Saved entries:
◇ ◇ ◇ ◇ ◇

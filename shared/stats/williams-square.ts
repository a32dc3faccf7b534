import { NumericError } from '../rig/numeric-error';

const LARGEST = 100;

/**
 * Orders of n conditions in which each stands at each place equally often, and each follows each other equally often.
 *
 * An even number of conditions needs n rows, an odd one 2n (the square and its mirror image).
 *
 * @param n number of conditions, 2 to 100
 * @returns rows of conditions numbered from 0, one row a participant (or group of participants)
 * @throws NumericError BAD_REQUEST for anything but a whole number from 2 to 100
 * @source Williams 1949
 * @example williamsSquare(4) // [[0,1,3,2],[1,2,0,3],[2,3,1,0],[3,0,2,1]]
 */
export function williamsSquare(n: number): number[][] {
  if (!Number.isInteger(n) || n < 2 || n > LARGEST) {
    throw new NumericError('BAD_REQUEST', `A balanced square is made for a whole number of 2 to ${LARGEST} conditions.`);
  }
  // First row 0, 1, n-1, 2, n-2, ...: its neighbouring differences are all different.
  const first = Array.from({ length: n }, (_, place) => (place % 2 === 1 ? (place + 1) / 2 : (n - place / 2) % n));
  const rows = first.map((_, shift) => first.map((condition) => (condition + shift) % n));
  return n % 2 === 0 ? rows : [...rows, ...rows.map((row) => [...row].reverse())];
}
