describe('acknowledgement', () => {
  it('says of begin that batch 0 is wanted, and of a batch that it is in the database', async () => {
    const { device, client } = await begun('a');
    expect(client.acked('a')).toBe(0);
    await stream(client, 'a', 0, 1);
    const recording = await lab.recording(device.id, 'a');
    expect(recording).toMatchObject({ state: 'growing', nextBatch: 1, samples: 20 });
    expectSamples(await lab.samples(recording.id), 20);
  });

  it('is given again for a batch that came before, which is stored once', async () => {
    const { device, client } = await begun('twice');
    await stream(client, 'twice', 0, 3);
    const since = client.heard.length;
    for (const n of [0, 2, 1]) client.send(testBatch('twice', n));
    expect(await client.next('ack', () => true, since)).toMatchObject({ next: 3 });
    await ended(client, 'twice', 3, 60);
    expectSamples(await lab.samples((await lab.recording(device.id, 'twice')).id), 60);
  });

  it('of the end comes when the recording is closed, and again when end is sent again', async () => {
    const { device, client } = await begun('end');
    await stream(client, 'end', 0, 2);
    await ended(client, 'end', 2, 40, 'stopped');
    expect(await lab.recording(device.id, 'end')).toMatchObject({ state: 'closed', endReason: 'stopped' });
    const since = client.heard.length;
    client.send({ type: 'end', run: 'end', batches: 2, samples: 40, reason: 'stopped' });
    expect(await client.next('ack', () => true, since)).toMatchObject({ next: 2, ended: true });
  });

  it('is given again for what comes once more after the end: the beginning, a batch, a mark', async () => {
    const { client } = await begun('late');
    client.send({ type: 'mark', run: 'late', atUs: START_US + 1000, label: 'here' });
    await stream(client, 'late', 0, 3);
    await ended(client, 'late', 3, 60);
    for (const message of [{ type: 'begin', trial: null, run: 'late', startUs: START_US } as const, testBatch('late', 1), { type: 'mark', run: 'late', atUs: START_US + 1000, label: 'here' } as const]) {
      const since = client.heard.length;
      client.send(message);
      expect(await client.next('ack', () => true, since)).toMatchObject({ run: 'late', next: 3, ended: true });
    }
    expect(client.faults()).toEqual([]);
  });

  it('is not taken back by batches that are repeated while the run is being closed', async () => {
    const { device, client } = await begun('closing');
    // In one go, as a device sends that was asked twice for the same batch.
    for (const n of [0, 1]) client.send(testBatch('closing', n));
    client.send({ type: 'end', run: 'closing', batches: 2, samples: 40, reason: 'done' });
    for (const n of [0, 1]) client.send(testBatch('closing', n));
    client.send({ type: 'end', run: 'closing', batches: 2, samples: 40, reason: 'done' });
    await client.next('ack', (ack) => ack.ended === true);
    expect(client.faults()).toEqual([]);
    expectSamples(await lab.samples((await lab.recording(device.id, 'closing')).id), 40);
  });
});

◇ ◇ ◇ ◇ ◇

→ **WHAT IS NEEDED**:
Set the data down again in full. Keep it exact.

→ **RESULT OF THIS EXERCISE**:
filename shared/stats/williams-square.ts
repository a32dc3faccf7b534
import { NumericError } from '../rig/numeric-error';

const LARGEST = 100;

/**
 * Orders of n conditions in which each stands at each place equally often, and each follows each other equally often.
 *
 * An even number of conditions needs n rows, an odd one 2n (the square and its mirror image).
 *
 * @param n number of conditions, 2 to 100
 * @returns rows of conditions numbered from 0, one row a participant (or group of participants)
 * @throws NumericError BAD_REQUEST for anything but a whole number from 2 to 100
 * @source Williams 1949
 * @example williamsSquare(4) // [[0,1,3,2],[1,2,0,3],[2,3,1,0],[3,0,2,1]]
 */
export function williamsSquare(n: number): number[][] {
  if (!Number.isInteger(n) || n < 2 || n > LARGEST) {
    throw new NumericError('BAD_REQUEST', `A balanced square is made for a whole number of 2 to ${LARGEST} conditions.`);
  }
  // First row 0, 1, n-1, 2, n-2, ...: its neighbouring differences are all different.
  const first = Array.from({ length: n }, (_, place) => (place % 2 === 1 ? (place + 1) / 2 : (n - place / 2) % n));
  const rows = first.map((_, shift) => first.map((condition) => (condition + shift) % n));
  return n % 2 === 0 ? rows : [...rows, ...rows.map((row) => [...row].reverse())];
}
describe('acknowledgement', () => {
  it('says of begin that batch 0 is wanted, and of a batch that it is in the database', async () => {
    const { device, client } = await begun('a');
    expect(client.acked('a')).toBe(0);
    await stream(client, 'a', 0, 1);
    const recording = await lab.recording(device.id, 'a');
    expect(recording).toMatchObject({ state: 'growing', nextBatch: 1, samples: 20 });
    expectSamples(await lab.samples(recording.id), 20);
  });

  it('is given again for a batch that came before, which is stored once', async () => {
    const { device, client } = await begun('twice');
    await stream(client, 'twice', 0, 3);
    const since = client.heard.length;
    for (const n of [0, 2, 1]) client.send(testBatch('twice', n));
    expect(await client.next('ack', () => true, since)).toMatchObject({ next: 3 });
    await ended(client, 'twice', 3, 60);
    expectSamples(await lab.samples((await lab.recording(device.id, 'twice')).id), 60);
  });

  it('of the end comes when the recording is closed, and again when end is sent again', async () => {
    const { device, client } = await begun('end');
    await stream(client, 'end', 0, 2);
    await ended(client, 'end', 2, 40, 'stopped');
    expect(await lab.recording(device.id, 'end')).toMatchObject({ state: 'closed', endReason: 'stopped' });
    const since = client.heard.length;
    client.send({ type: 'end', run: 'end', batches: 2, samples: 40, reason: 'stopped' });
    expect(await client.next('ack', () => true, since)).toMatchObject({ next: 2, ended: true });
  });

  it('is given again for what comes once more after the end: the beginning, a batch, a mark', async () => {
    const { client } = await begun('late');
    client.send({ type: 'mark', run: 'late', atUs: START_US + 1000, label: 'here' });
    await stream(client, 'late', 0, 3);
    await ended(client, 'late', 3, 60);
    for (const message of [{ type: 'begin', trial: null, run: 'late', startUs: START_US } as const, testBatch('late', 1), { type: 'mark', run: 'late', atUs: START_US + 1000, label: 'here' } as const]) {
      const since = client.heard.length;
      client.send(message);
      expect(await client.next('ack', () => true, since)).toMatchObject({ run: 'late', next: 3, ended: true });
    }
    expect(client.faults()).toEqual([]);
  });

  it('is not taken back by batches that are repeated while the run is being closed', async () => {
    const { device, client } = await begun('closing');
    // In one go, as a device sends that was asked twice for the same batch.
    for (const n of [0, 1]) client.send(testBatch('closing', n));
    client.send({ type: 'end', run: 'closing', batches: 2, samples: 40, reason: 'done' });
    for (const n of [0, 1]) client.send(testBatch('closing', n));
    client.send({ type: 'end', run: 'closing', batches: 2, samples: 40, reason: 'done' });
    await client.next('ack', (ack) => ack.ended === true);
    expect(client.faults()).toEqual([]);
    expectSamples(await lab.samples((await lab.recording(device.id, 'closing')).id), 40);
  });
});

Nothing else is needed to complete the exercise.